**Work required:**
Everything from the line containing "const solve = (mu: number)" through the last line of the records must be returned verbatim, and nothing outside that range.

**Entries provided:**
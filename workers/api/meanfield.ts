/**
 * Mean-field method group of the engine worker: one point, a run of points with
 * continuation (each solved state the next point's guess; see src/core/scan/grid.ts), the
 * bisection of one plateau's edges, and a point's phase margin.
 */
import { solveGroundState, type SolveResult } from '../../src/core/meanfield/ground-state.ts';
import { refinePlateaus, type Plateau } from '../../src/core/meanfield/plateaus.ts';
import { phaseMargin, type PhaseMargin } from '../../src/core/scan/phase-margin.ts';
import { fillSegment, solveCold, type FilledPoint } from '../../src/core/scan/certified-fill.ts';
import { unpackSegment } from '../../src/core/scan/segment-pixels.ts';
import type {
  ColdOutcome, ColdRunRequest, FillSegmentRequest, PhaseMarginRequest, PlateauEdgeRequest, PointCallback, PointOutcome, SolveRequest, SolveRunRequest,
} from '../protocol.ts';

/** An error as one line for a scan row. */
function reason(e: unknown): string {
  const m = e instanceof Error ? e.message : String(e);
  return m.replace(/\s*\n\s*/g, ' ').trim() || 'the point could not be solved';
}

export const meanfieldApi = {
  /** The ground state of one point (solveGroundState). */
  solve(req: SolveRequest): SolveResult {
    return solveGroundState(req.params, { seed: req.seed, guess: req.guess });
  },

  /**
   * Solve the points of a run in order; onPoint (a Comlink proxy) hears of each as it
   * finishes. A point that cannot be solved gets its error (one line) and the run goes
   * on, the next point starting cold. Returns every outcome, in order.
   */
  solveRun(req: SolveRunRequest, onPoint?: PointCallback<PointOutcome>): PointOutcome[] {
    const out: PointOutcome[] = [];
    let prev: SolveResult | undefined;
    for (let i = 0; i < req.points.length; i++) {
      const guess = req.continuation ? prev : undefined;
      let r: PointOutcome;
      try {
        prev = solveGroundState(req.points[i], { seed: req.seeds[i], guess });
        r = { state: prev };
      } catch (e) {
        prev = undefined;
        r = { error: reason(e) };
      }
      out.push(r);
      void onPoint?.(i, r);
    }
    return out;
  },

  /** Points solved without a guess, each with its winner's search cell (an adaptive map's corners). */
  solveColdRun(req: ColdRunRequest): ColdOutcome[] {
    return req.points.map((p, i) => {
      try {
        return { cold: solveCold(p, req.seeds[i]) };
      } catch (e) {
        return { error: reason(e) };
      }
    });
  },

  /** Row segments of an adaptive map, each point as the dense run would give it (fillSegment, segment by segment). */
  fillSegment(req: FillSegmentRequest, onPoint?: PointCallback<FilledPoint>): FilledPoint[] {
    const pixels = unpackSegment(req.segment);
    const out: FilledPoint[] = [];
    for (const length of req.cuts ?? [pixels.length]) {
      const at = out.length;
      out.push(...fillSegment(pixels.slice(at, at + length), req.continuation, onPoint ? (i, r) => void onPoint(at + i, r) : undefined));
    }
    return out;
  },

  /** One plateau with its edges bisected to req.muTol (see PlateauEdgeRequest). */
  refinePlateau(req: PlateauEdgeRequest): Plateau {
    const around = [req.below, req.above].filter((s) => s !== undefined);
    const base = { ...req.base };
    delete base.rho;
    const solve = (mu: number) => solveGroundState({ ...base, mu }, { seed: req.seed });
    return refinePlateaus([req.plateau], around, req.base.maxCell, solve, req.muTol)[0];
  },

  /** How far the point is from the nearest change of phase along mu (phaseMargin). */
  phaseMargin(req: PhaseMarginRequest): PhaseMargin {
    const { params, ...o } = req;
    return phaseMargin(params, o);
  },
};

**Solution:**
    const solve = (mu: number) => solveGroundState({ ...base, mu }, { seed: req.seed });
    return refinePlateaus([req.plateau], around, req.base.maxCell, solve, req.muTol)[0];
  },

  /** How far the point is from the nearest change of phase along mu (phaseMargin). */
  phaseMargin(req: PhaseMarginRequest): PhaseMargin {
    const { params, ...o } = req;
    return phaseMargin(params, o);
  },
};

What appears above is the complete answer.